WORK INSTRUCTIONS:
Every line below that carries the word "gpsDirectory" needs to be copied.

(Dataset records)
"""

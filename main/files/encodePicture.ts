import type { Sharp } from 'sharp';
import type { CarriedParts } from './carriedParts.ts';
import { FileError } from './fileError.ts';
import { sharp } from './imageLibrary.ts';
import { unlessAborted } from './interruption.ts';
import { jpegWithParts } from './jpegParts.ts';
import type { AnyPictureFile } from './photoFile.ts';
import { depthOf } from './pictureRows.ts';
import { pngWithParts } from './pngParts.ts';
import { SpilledPixels } from './spilledPixels.ts';
import { SpillFile } from './spillFile.ts';
import { tiffPixelsAt } from './tiffDirectory.ts';
import { uncompressedTiff } from './tiffWriter.ts';
import { webpWithParts } from './webpParts.ts';

const defaultQuality = 92;

/** A compressed picture: pieces, then the rest of a temporary file where it was too large to be held. */
export interface EncodedPicture {
  pieces: Uint8Array[];
  /** Goes on from byte `restAt`; to be discarded. */
  rest: SpillFile | null;
  restAt: number;
}

/**
 * Compresses pixels alone; profile, density and EXIF are put in afterwards. The library would convert pixels to
 * a profile it is given, and the way round it (a TIFF in memory) costs a copy of the whole picture.
 */
export async function encodePicture(
  picture: AnyPictureFile,
  parts: CarriedParts,
  path: string,
  signal?: AbortSignal,
): Promise<EncodedPicture> {
  const { widthPx, heightPx, channels, pixels } = picture;
  try {
    if (pixels instanceof SpilledPixels) return await encodeSpilled(picture, pixels, parts, signal);
    const raw = sharp(pixels, {
      raw: { width: widthPx, height: heightPx, channels },
      limitInputPixels: false,
    });
    const encoded = await unlessAborted(
      picture.space === 'CMYK'
        ? compressInks(pixels as Uint8Array, picture)
        : compress(raw, picture).toBuffer(),
      signal,
    );
    return { pieces: withParts(encoded, parts, picture), rest: null, restAt: 0 };
  } catch (failure) {
    signal?.throwIfAborted();
    if (failure instanceof FileError) throw failure;
    const reason = failure instanceof Error ? failure.message.split('\n')[0] : String(failure);
    throw new FileError(
      path,
      `could not be compressed (${reason})`,
      'Choose another format or a smaller size.',
      { cause: failure },
    );
  }
}

/** Raw samples cannot be called inks, so they go through an uncompressed TIFF that says so. */
async function compressInks(pixels: Uint8Array, picture: AnyPictureFile): Promise<Buffer> {
  const { widthPx, heightPx } = picture;
  const facts = { widthPx, heightPx, channels: 4, bytesPerSample: 1, space: 'CMYK' } as const;
  const { header, tail, tailAt } = uncompressedTiff(facts);
  const tiff = new Uint8Array(tailAt + tail.length);
  tiff.set(header, 0);
  tiff.set(pixels, tiffPixelsAt);
  tiff.set(tail, tailAt);
  return sharp(tiff, { limitInputPixels: false, ignoreIcc: true })
    .pipelineColourspace('cmyk')
    .toColourspace('cmyk')
    .jpeg({ quality: picture.quality ?? defaultQuality, chromaSubsampling: '4:4:4', optimiseCoding: false })
    .toBuffer();
}

/** Enough for whatever the encoder puts before its pixels. */
const headBytes = 64 * 1024;

/** From file to file: the library holds some rows only. */
async function encodeSpilled(
  picture: AnyPictureFile,
  pixels: SpilledPixels,
  parts: CarriedParts,
  signal?: AbortSignal,
): Promise<EncodedPicture> {
  const raw = sharp(pixels.file.path, { limitInputPixels: false, sequentialRead: true, ignoreIcc: true });
  const rest = await SpillFile.create();
  let encoding: Promise<unknown> = Promise.resolve();
  try {
    encoding = compress(raw, picture).toFile(rest.path);
    await unlessAborted(encoding, signal);
    // A WebP is put together anew from its chunks; the others go on behind their head.
    const head = new Uint8Array(picture.format === 'webp' ? rest.bytes : Math.min(headBytes, rest.bytes));
    await rest.read(head, 0, signal);
    return { pieces: withParts(head, parts, picture), rest, restAt: head.length };
  } catch (failure) {
    rest.discardBehind(encoding);
    throw failure;
  }
}

/** @param encoded all of it, or so much that the pixels have begun */
function withParts(encoded: Uint8Array, parts: CarriedParts, picture: AnyPictureFile): Uint8Array[] {
  if (picture.format === 'jpeg') return jpegWithParts(encoded, parts);
  if (picture.format === 'png') return pngWithParts(encoded, parts);
  return webpWithParts(encoded, parts, picture);
}

/**
 * Settings chosen by time and size of a smooth picture of 24 megapixels, one thread, sharp 0.35.5 on two shared
 * cores. PNG, 8 bits: level 1 0.6 s 47 MB, level 2 1.1 s 36 MB, level 2 with filters 1.9 s 22 MB, level 6 2.0 s
 * 32 MB. PNG, 16 bits: filters take 6.6 s. WebP: effort 2 1.9 s, effort 4 3.2 s, 5 % smaller.
 */
function compress(raw: Sharp, picture: AnyPictureFile): Sharp {
  const quality = picture.quality ?? defaultQuality;
  if (picture.format === 'jpeg')
    // Optimised Huffman tables save 6 % and take five times as long.
    return raw.removeAlpha().jpeg({ quality, chromaSubsampling: '4:4:4', optimiseCoding: false });
  if (picture.format === 'webp')
    // exact: colours under transparent pixels are kept.
    return raw.webp({ quality, alphaQuality: 100, exact: true, effort: 2 });
  const is16Bit = depthOf(picture) === 16;
  const image = is16Bit ? raw.toColourspace('rgb16') : raw;
  return image.png({ compressionLevel: 2, adaptiveFiltering: !is16Bit });
}
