import { access, constants, lstat, realpath, stat } from 'node:fs/promises';
import { basename, dirname, extname, join } from 'node:path';
import { FileError } from './fileError.ts';
import { extensionOf } from './outputFormat.ts';
import type { OutputFormat } from './photoFile.ts';
import { fileErrorFrom } from './systemErrors.ts';
import { removeAbandoned, UnfinishedFile } from './unfinishedFile.ts';

async function statIfThere(path: string) {
  try {
    return await stat(path, { bigint: true });
  } catch (failure) {
    const code = (failure as NodeJS.ErrnoException).code;
    if (code === 'ENOENT' || code === 'ENOTDIR') return undefined;
    throw fileErrorFrom(path, failure);
  }
}

/**
 * Refuses an output that is the photo itself, also by way of a link, another spelling of the path or other case.
 * @throws FileError
 */
export async function refuseOverwritingOriginal(photoPath: string, outPath: string): Promise<void> {
  const out = await statIfThere(outPath);
  const photo = out && (await statIfThere(photoPath));
  if (!out || !photo) return;
  const sameFile = out.dev === photo.dev && out.ino === photo.ino;
  // Some network disks number no files; there the resolved path decides.
  const samePath = (await realpath(photoPath)) === (await realpath(outPath));
  if (sameFile || samePath)
    throw new FileError(
      outPath,
      'is the photo itself, and originals are never overwritten',
      'Choose another name.',
    );
}

/**
 * Finds out before painting whether a file can be written there, by making one beside it and removing it. Also
 * clears away what a killed run may have left in that folder.
 * @throws FileError
 */
export async function assertWritable(outPath: string): Promise<void> {
  const folder = dirname(outPath);
  const folderFacts = await statIfThere(folder);
  if (!folderFacts)
    throw new FileError(
      outPath,
      `there is no folder "${folder}"`,
      'Make the folder first or choose another.',
    );
  if (!folderFacts.isDirectory())
    throw new FileError(outPath, `"${folder}" is not a folder`, 'Choose a folder to write to.');
  const present = await statIfThere(outPath);
  if (present?.isDirectory()) throw new FileError(outPath, 'is a folder', 'Add a file name to it.');
  if (present && !present.isFile())
    throw new FileError(outPath, 'is not a regular file', 'Choose another name.');
  if (present) await refuseWriteProtected(outPath);
  await removeAbandoned(folder);
  const trial = await beginTrial(outPath, folder);
  trial.discard();
}

async function beginTrial(outPath: string, folder: string): Promise<UnfinishedFile> {
  try {
    return await UnfinishedFile.begin(outPath);
  } catch (failure) {
    const code = failure instanceof FileError && (failure.cause as NodeJS.ErrnoException | undefined)?.code;
    // The folder was there a moment ago: a system folder that takes no files says ENOENT.
    if (code === 'EACCES' || code === 'EPERM' || code === 'ENOENT')
      throw new FileError(
        outPath,
        `nothing may be written to "${folder}"`,
        'Change its permissions, or choose another place.',
        { cause: failure },
      );
    throw failure;
  }
}

async function refuseWriteProtected(outPath: string): Promise<void> {
  try {
    await access(outPath, constants.W_OK);
  } catch (failure) {
    throw new FileError(outPath, 'is write-protected', 'Choose another name or lift the protection.', {
      cause: failure,
    });
  }
}

const highestNumber = 10_000;

/**
 * Where a painting goes when no output is named: beside the photo as `<name>.painted.<extension>`, with a number
 * where that is taken (`<name>.painted-2.<extension>`).
 */
export async function defaultOutputPath(photoPath: string, format: OutputFormat): Promise<string> {
  const stem = basename(photoPath, extname(photoPath));
  for (let number = 1; number < highestNumber; number++) {
    const numbered = number === 1 ? '' : `-${number}`;
    const path = join(dirname(photoPath), `${stem}.painted${numbered}${extensionOf[format]}`);
    if (!(await isTaken(path))) return path;
  }
  throw new FileError(photoPath, 'has thousands of paintings beside it', 'Name the output yourself.');
}

/** A link to nowhere takes a name too. */
async function isTaken(path: string): Promise<boolean> {
  try {
    await lstat(path);
    return true;
  } catch (failure) {
    if ((failure as NodeJS.ErrnoException).code === 'ENOENT') return false;
    throw fileErrorFrom(path, failure);
  }
}
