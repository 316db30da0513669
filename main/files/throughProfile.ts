import { wideProfile } from '../../core/colour/matrixProfile.ts';
import type { ColourPlan } from './colourPlan.ts';
import { FileError } from './fileError.ts';

/**
 * Brings stored pixels through a profile to wide RGB of 16 bits.
 * @param stored interleaved: four inks, or RGB with or without alpha
 * @throws FileError naming the photo where its profile cannot be used
 */
export async function throughProfile(
  path: string,
  stored: { pixels: Uint8Array | Uint16Array; widthPx: number; heightPx: number; channels: 3 | 4 },
  { profile, space }: NonNullable<ColourPlan['through']>,
  signal?: AbortSignal,
): Promise<{ pixels: Uint16Array; widthPx: number; heightPx: number; channels: 3 | 4 }> {
  const { pixels, widthPx, heightPx, channels } = stored;
  const hasAlpha = space === 'RGB' && channels === 4;
  // Few photos need it: the thread and its engine are not loaded before.
  const { finishOnThread } = await import('../colour/colourThread.ts');
  const conversion = {
    from: profile,
    to: wideProfile(),
    intent: 'relative',
    blackPointCompensation: false,
  } as const;
  const place = { widthPx, heightPx, bleedPx: 0, trimMarks: null };
  try {
    const made = await finishOnThread({ ...place, pixels, hasAlpha, space, conversion, depth: 16 }, signal);
    return { pixels: made.pixels as Uint16Array, widthPx, heightPx, channels: hasAlpha ? 4 : 3 };
  } catch (failure) {
    if (!(failure instanceof RangeError)) throw failure;
    throw new FileError(
      path,
      `its colour profile cannot be used (${failure.message})`,
      'Export it as sRGB.',
      {
        cause: failure,
      },
    );
  }
}
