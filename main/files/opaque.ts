import { Turns } from './interruption.ts';
import { type PixelHolder, samplesOf } from './pictureRows.ts';

/** Whether no pixel of a picture is transparent. */
export async function isOpaque(picture: PixelHolder, signal?: AbortSignal): Promise<boolean> {
  if (picture.channels === 3) return true;
  const samplesATurn = 4 * 2 ** 20;
  const rows = Math.max(1, Math.floor(samplesATurn / (picture.widthPx * 4)));
  const turns = new Turns(signal);
  for (let top = 0; top < picture.heightPx; top += rows) {
    const samples = await samplesOf(picture, top, Math.min(top + rows, picture.heightPx), signal);
    const full = samples.BYTES_PER_ELEMENT === 2 ? 65535 : 255;
    for (let i = 3; i < samples.length; i += 4) if (samples[i] !== full) return false;
    if (turns.due) await turns.pause();
  }
  return true;
}
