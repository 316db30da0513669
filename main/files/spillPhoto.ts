import type { Sharp } from 'sharp';
import { type ColourPlan, planColours } from './colourPlan.ts';
import { FileError } from './fileError.ts';
import { swapsEdges, turnUpright } from './orientation.ts';
import type { PhotoFile } from './photoFile.ts';
import { openPhoto, readHeader } from './photoHeader.ts';
import { decodeWith, factsOf } from './readPhoto.ts';
import { type PixelFacts, SpilledPixels } from './spilledPixels.ts';
import { SpillFile } from './spillFile.ts';
import { throughProfile } from './throughProfile.ts';
import { uncompressedPixels } from './uncompressedPixels.ts';

/** A photo whose pixels are in a temporary file; discard them in the end. */
export interface SpilledPhoto extends Omit<PhotoFile, 'pixels'> {
  pixels: SpilledPixels;
}

/** Rows turned at a time. */
const turnRows = 256;

/**
 * Reads a photo as `readPhoto` does, the pixels going to a temporary file instead of memory.
 * @throws FileError naming the file, what is wrong with it and what to do
 * @throws the signal's reason when it is aborted
 */
export async function spillPhoto(
  path: string,
  options: { signal?: AbortSignal } = {},
): Promise<SpilledPhoto> {
  const { signal } = options;
  signal?.throwIfAborted();
  const opened = await openPhoto(path, { wholeFile: false, signal });
  const header = await readHeader(path, opened, signal);
  const colours = planColours(header.metadata);
  const stored = await SpillFile.create('.v');
  let decoding: Promise<unknown> = Promise.resolve();
  const decode = (image: Sharp) => {
    decoding = image.toFile(stored.path);
    return decoding;
  };
  try {
    const { remarks } = await decodeWith({ path, source: opened.source, header, colours }, decode, signal);
    const pixels = await uncompressedPixels(path, stored);
    const expected = header.depth === 16 ? 2 : 1;
    if (pixels.bytesPerSample !== expected)
      throw new FileError(path, 'decodes to a wrong bit depth', 'Export it again as RGB and open that.');
    const { through } = colours;
    const converted = through ? await convertedRows(path, pixels, through, signal) : pixels;
    const upright = await turned(converted, header.orientation, signal);
    const { widthPx, heightPx, channels } = upright;
    const facts = await factsOf(path, opened.source, header, colours, remarks);
    return { ...facts, widthPx, heightPx, channels, pixels: upright };
  } catch (failure) {
    stored.discardBehind(decoding);
    throw failure;
  }
}

/** Pixels converted together. */
const convertedPixels = 2 ** 20;

/** The pixels brought through a profile, in a file of their own; the stored ones go. */
async function convertedRows(
  path: string,
  stored: SpilledPixels,
  through: NonNullable<ColourPlan['through']>,
  signal?: AbortSignal,
): Promise<SpilledPixels> {
  const { widthPx, heightPx, channels } = stored;
  const facts: PixelFacts = {
    widthPx,
    heightPx,
    channels: through.space === 'CMYK' ? 3 : channels,
    bytesPerSample: 2,
  };
  const file = await SpillFile.create();
  try {
    const converted = new SpilledPixels(file, facts, 0);
    const bandRows = Math.max(1, Math.floor(convertedPixels / widthPx));
    for (let top = 0; top < heightPx; top += bandRows) {
      const rows = Math.min(bandRows, heightPx - top);
      const band = { pixels: await stored.samples(top, rows, signal), widthPx, heightPx: rows, channels };
      const { pixels } = await throughProfile(path, band, through, signal);
      const piece = new Uint8Array(pixels.buffer, pixels.byteOffset, pixels.byteLength);
      await file.write(piece, top * widthPx * converted.pixelBytes, signal);
    }
    stored.discard();
    return converted;
  } catch (failure) {
    file.discard();
    throw failure;
  }
}

/**
 * The pixels upright, in a file of their own where anything is to be done; the stored ones go then. Blocks of rows
 * are turned one at a time; after a quarter turn they stand side by side as strips.
 */
async function turned(
  stored: SpilledPixels,
  orientation: number,
  signal?: AbortSignal,
): Promise<SpilledPixels> {
  if (orientation === 1) return stored;
  const isQuarter = swapsEdges(orientation);
  const isReversed = [3, 4, 6, 7].includes(orientation);
  const { widthPx, heightPx, channels, bytesPerSample, pixelBytes } = stored;
  const facts: PixelFacts = isQuarter
    ? { widthPx: heightPx, heightPx: widthPx, channels, bytesPerSample }
    : { widthPx, heightPx, channels, bytesPerSample };
  const edges: number[] = [];
  const file = await SpillFile.create();
  try {
    for (let top = 0; top < heightPx; top += turnRows) {
      const rows = Math.min(turnRows, heightPx - top);
      const block = { pixels: await stored.samples(top, rows, signal), widthPx, heightPx: rows, channels };
      const { pixels } = await turnUpright(block, orientation, signal);
      // Where the block's first row, or column, comes to lie.
      const first = isReversed ? heightPx - top - rows : top;
      edges.push(first);
      const piece = new Uint8Array(pixels.buffer, pixels.byteOffset, pixels.byteLength);
      await file.write(piece, first * widthPx * pixelBytes, signal);
    }
    stored.discard();
    return new SpilledPixels(file, facts, 0, isQuarter ? edges.sort((a, b) => a - b) : [0]);
  } catch (failure) {
    file.discard();
    throw failure;
  }
}
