/** Who made a photo and who holds its rights, as its file says outside of EXIF. */
export interface PhotoCredits {
  creator?: string;
  copyright?: string;
}

/**
 * Reads the creator and the copyright notice from XMP (ISO 16684-1, the Dublin Core schema) and, where that has none,
 * from IPTC (IIM 4, datasets 2:80 and 2:116).
 */
export function creditsOf(xmp: Uint8Array | undefined, iptc: Uint8Array | undefined): PhotoCredits {
  const text = xmp ? Buffer.from(xmp).toString('utf8') : '';
  return {
    creator: listedIn(text, 'creator') ?? datasetIn(iptc, 80),
    copyright: listedIn(text, 'rights') ?? datasetIn(iptc, 116),
  };
}

/** All items of a Dublin Core property; a text in many languages is taken in its default, which stands first. */
function listedIn(xmp: string, property: 'creator' | 'rights'): string | undefined {
  const body = new RegExp(`<dc:${property}\\b[^>]*>([\\s\\S]*?)</dc:${property}>`).exec(xmp)?.[1];
  const items = [...(body ?? '').matchAll(/<rdf:li\b[^>]*>([\s\S]*?)<\/rdf:li>/g)].map((item) =>
    unescaped(item[1]).trim(),
  );
  const found = items.filter(Boolean);
  if (found.length === 0) return undefined;
  return property === 'rights' ? found[0] : found.join('; ');
}

const entities: Record<string, string> = { amp: '&', lt: '<', gt: '>', quot: '"', apos: "'" };

function unescaped(text: string): string {
  return text.replace(/&(?:#(\d+)|#x([0-9a-f]+)|(\w+));/gi, (whole, decimal, hexadecimal, name) => {
    if (name) return entities[name.toLowerCase()] ?? whole;
    const code = decimal ? Number(decimal) : Number.parseInt(hexadecimal, 16);
    return code <= 0x10ffff ? String.fromCodePoint(code) : whole;
  });
}

const tagMarker = 0x1c;
const applicationRecord = 2;
/** Dataset 1:90 with this value says that texts are UTF-8. */
const utf8Mark = Buffer.from([tagMarker, 1, 90, 0, 3, 0x1b, 0x25, 0x47]);

function datasetIn(iptc: Uint8Array | undefined, dataset: number): string | undefined {
  if (!iptc) return undefined;
  const bytes = Buffer.from(iptc.buffer, iptc.byteOffset, iptc.byteLength);
  const at = bytes.indexOf(Buffer.from([tagMarker, applicationRecord, dataset]));
  if (at < 0 || at + 5 > bytes.length) return undefined;
  const length = bytes.readUInt16BE(at + 3);
  const text = bytes.subarray(at + 5, at + 5 + length);
  const isWhole = length < 0x8000 && text.length === length;
  if (!isWhole) return undefined;
  return text.toString(bytes.includes(utf8Mark) ? 'utf8' : 'latin1').trim() || undefined;
}
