// EXIF travels as a small TIFF: a byte-order mark, directories of 12-byte entries, values by offset
// (CIPA DC-008). Everything is changed in place, so offsets inside maker notes stay true.

const tag = {
  orientation: 0x0112,
  xResolution: 0x011a,
  yResolution: 0x011b,
  resolutionUnit: 0x0128,
  exifDirectory: 0x8769,
  gpsDirectory: 0x8825,
  pixelWidth: 0xa002,
  pixelHeight: 0xa003,
};
const bytesPerValue: Record<number, number> = {
  1: 1,
  2: 1,
  3: 2,
  4: 4,
  5: 8,
  6: 1,
  7: 1,
  8: 2,
  9: 4,
  10: 8,
  11: 4,
  12: 8,
};
const shortType = 3;
const longType = 4;
const rationalType = 5;

interface Entry {
  tag: number;
  type: number;
  count: number;
  /** Where the value itself lies. */
  valueAt: number;
  /** Where the entry lies. */
  at: number;
}

interface Directory {
  at: number;
  entries: Entry[];
  /** Where the offset of the next directory is stored. */
  nextAt: number;
}

interface ExifBytes {
  bytes: Uint8Array;
  view: DataView;
  littleEndian: boolean;
}

function readDirectory({ view, littleEndian }: ExifBytes, at: number): Directory | undefined {
  if (at < 8 || at + 2 > view.byteLength) return undefined;
  const count = view.getUint16(at, littleEndian);
  const nextAt = at + 2 + count * 12;
  if (nextAt + 4 > view.byteLength) return undefined;
  const entries: Entry[] = [];
  for (let entryAt = at + 2; entryAt < nextAt; entryAt += 12) {
    const type = view.getUint16(entryAt + 2, littleEndian);
    const valueCount = view.getUint32(entryAt + 4, littleEndian);
    const size = (bytesPerValue[type] ?? 1) * valueCount;
    const valueAt = size <= 4 ? entryAt + 8 : view.getUint32(entryAt + 8, littleEndian);
    if (valueAt + size > view.byteLength) continue;
    entries.push({
      tag: view.getUint16(entryAt, littleEndian),
      type,
      count: valueCount,
      valueAt,
      at: entryAt,
    });
  }
  return { at, entries, nextAt };
}

function setNumber(exif: ExifBytes, entry: Entry | undefined, value: number): void {
  if (entry?.count !== 1) return;
  if (entry.type === shortType) exif.view.setUint16(entry.valueAt, value, exif.littleEndian);
  else if (entry.type === longType) exif.view.setUint32(entry.valueAt, value, exif.littleEndian);
  else if (entry.type === rationalType) {
    exif.view.setUint32(entry.valueAt, Math.round(value * 1000), exif.littleEndian);
    exif.view.setUint32(entry.valueAt + 4, 1000, exif.littleEndian);
  }
}

function subDirectory(exif: ExifBytes, parent: Directory, which: number): Directory | undefined {
  const pointer = parent.entries.find((entry) => entry.tag === which);
  if (pointer?.type !== longType || pointer.count !== 1) return undefined;
  return readDirectory(exif, exif.view.getUint32(pointer.valueAt, exif.littleEndian));
}

/** Blanks a directory's values and entries, and takes the entry that leads to it out of its parent. */
function removeSubDirectory(exif: ExifBytes, parent: Directory, which: number): void {
  const pointer = parent.entries.find((entry) => entry.tag === which);
  if (!pointer) return;
  const directory = subDirectory(exif, parent, which);
  if (directory) {
    for (const { type, count, valueAt } of directory.entries)
      exif.bytes.fill(0, valueAt, valueAt + (bytesPerValue[type] ?? 1) * count);
    exif.bytes.fill(0, directory.at, directory.nextAt + 4);
  }
  exif.bytes.copyWithin(pointer.at, pointer.at + 12, parent.nextAt + 4);
  const entryCount = exif.view.getUint16(parent.at, exif.littleEndian);
  exif.view.setUint16(parent.at, entryCount - 1, exif.littleEndian);
}

/** The second directory describes a small picture of the unpainted photo, so it has no place in a painting. */
function removeThumbnail(exif: ExifBytes, first: Directory): void {
  const thumbnail = readDirectory(exif, exif.view.getUint32(first.nextAt, exif.littleEndian));
  exif.view.setUint32(first.nextAt, 0, exif.littleEndian);
  if (!thumbnail) return;
  const pick = (which: number) => thumbnail.entries.find((entry) => entry.tag === which);
  const start = pick(0x0201);
  const length = pick(0x0202);
  if (start?.type !== longType || length?.type !== longType) return;
  const from = exif.view.getUint32(start.valueAt, exif.littleEndian);
  const to = from + exif.view.getUint32(length.valueAt, exif.littleEndian);
  if (from > 8 && to <= exif.bytes.length) exif.bytes.fill(0, from, to);
}

/** What has to hold for the painted file. */
export interface ExifChanges {
  widthPx: number;
  heightPx: number;
  densityPpi?: number;
  /** Where the photo was taken stays out unless asked for. */
  keepLocation?: boolean;
}

const prefix = 'Exif\0\0';

/** The TIFF inside an EXIF block, without the "Exif" mark that JPEG puts before it. */
export function withoutExifMark(block: Uint8Array): Uint8Array {
  const marked = Buffer.from(block.subarray(0, prefix.length)).toString('latin1') === prefix;
  return marked ? block.subarray(prefix.length) : block;
}

/**
 * A copy of the photo's EXIF that is true of the painting: upright, its own size and density, no thumbnail of
 * the photo, no location.
 * @returns the TIFF without the "Exif" mark, or undefined where the block cannot be understood
 */
export function exifForPainting(block: Uint8Array, changes: ExifChanges): Uint8Array | undefined {
  const bytes = new Uint8Array(withoutExifMark(block));
  const mark = Buffer.from(bytes.subarray(0, 4)).toString('latin1');
  if (bytes.length < 14 || (mark !== 'II*\0' && mark !== 'MM\0*')) return undefined;
  const view = new DataView(bytes.buffer);
  const exif: ExifBytes = { bytes, view, littleEndian: mark.startsWith('II') };
  const read = () => readDirectory(exif, view.getUint32(4, exif.littleEndian));
  let first = read();
  if (!first) return undefined;
  removeThumbnail(exif, first);
  if (!changes.keepLocation) removeSubDirectory(exif, first, tag.gpsDirectory);
  first = read();
  if (!first) return undefined;
  const entry = (directory: Directory | undefined, which: number) =>
    directory?.entries.find((candidate) => candidate.tag === which);
  setNumber(exif, entry(first, tag.orientation), 1);
  if (changes.densityPpi) {
    setNumber(exif, entry(first, tag.xResolution), changes.densityPpi);
    setNumber(exif, entry(first, tag.yResolution), changes.densityPpi);
    setNumber(exif, entry(first, tag.resolutionUnit), 2);
  }
  const details = subDirectory(exif, first, tag.exifDirectory);
  setNumber(exif, entry(details, tag.pixelWidth), changes.widthPx);
  setNumber(exif, entry(details, tag.pixelHeight), changes.heightPx);
  return bytes;
}
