describe('a recipe beside its photo', () => {
  it('is none at first, and comes back as it was saved', async () => {
    const { store, photoPath, photo, recipe, recipePath, photos } = await storeWithPhoto();
    expect(await store.load(photoPath, photo)).toEqual({ kind: 'none', path: recipePath, version: null });
    const { version } = saved(await store.save(photoPath, recipe, { version: null }));
    expect(await store.load(photoPath, photo)).toEqual({
      kind: 'open',
      recipe,
      path: recipePath,
      version,
      photo: 'same',
      remarks: [],
    });
    expect((await readdir(photos)).sort()).toEqual(['heron.jpg', 'heron.jpg.oxgall.json']);
  });

  it('keeps the fields nobody here knows, value for value', async () => {
    const { store, photoPath, photo, recipePath } = await storeWithPhoto();
    const text = await readFile(
      new URL('../fixtures/recipes/recipe-schema-1-unknown-fields.json', import.meta.url),
      'utf8',
    );
    await writeFile(recipePath, text);
    const loaded = opened(await store.load(photoPath, photo));
    saved(await store.save(photoPath, loaded.recipe, loaded));
    expect(await readFile(recipePath, 'utf8')).toBe(text);
  });

  it('says when the photo is not the one it was made for', async () => {
    const { store, photoPath, photo, recipe } = await storeWithPhoto();
    saved(await store.save(photoPath, recipe, { version: null }));
    await writeFile(photoPath, 'the heron has flown');
    const loaded = opened(await store.load(photoPath, await fingerprintPhoto(photoPath)));
    expect(loaded.photo).toBe('changed');
    expect(loaded.remarks).toEqual([expect.stringContaining('bytes have changed')]);
    expect(opened(await store.load(photoPath, photo)).photo).toBe('same');
  });

  it('says when a state was edited by hand, and still opens', async () => {
    const { store, photoPath, photo, recipe, recipePath } = await storeWithPhoto();
    await writeFile(recipePath, documentText(recipe).replace('"body.coats": 2', '"body.coats": 3'));
    expect(opened(await store.load(photoPath, photo)).remarks).toEqual([
      'Low Water: State I is not what it was when it was kept: it was changed outside Oxgall.',
    ]);
  });

  it('opens for looking only when it is from the future, and is not saved over', async () => {
    const { store, photoPath, photo, recipe, recipePath } = await storeWithPhoto();
    const text = await readFile(
      new URL('../fixtures/recipes/recipe-schema-99.json', import.meta.url),
      'utf8',
    );
    await writeFile(recipePath, text);
    const loaded = await store.load(photoPath, photo);
    expect(loaded).toMatchObject({ kind: 'newer', message: expect.stringContaining(recipePath) });
    for (const version of [null, 'ab'.repeat(32)]) {
      const result = await store.saveKeepingBoth(photoPath, recipe, { version });
      expect(result.saved).toMatchObject({ kind: 'conflict', theirs: null });
    }
    expect(await readFile(recipePath, 'utf8')).toBe(text);
  });

  it('clears away what a killed program left, but not what a living one is writing', async () => {
    const { store, photoPath, photo, photos } = await storeWithPhoto();
    const leftBy = (id: number) => join(photos, `.oxgall-${machine}-${id}-abcdef.part`);
    const machine = createHash('sha256').update(hostname()).digest('hex').slice(0, 8);
    // No process has an id above the kernel's limit of 2²².
    await writeFile(leftBy(2 ** 22 + 1), 'half');
    await writeFile(leftBy(process.pid), 'half');
    await store.load(photoPath, photo);
    expect((await readdir(photos)).filter((name) => name.endsWith('.part'))).toHaveLength(1);
  });
});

"""

COMPLETED EXERCISE:
  gpsDirectory: 0x8825,
  if (!changes.keepLocation) removeSubDirectory(exif, first, tag.gpsDirectory);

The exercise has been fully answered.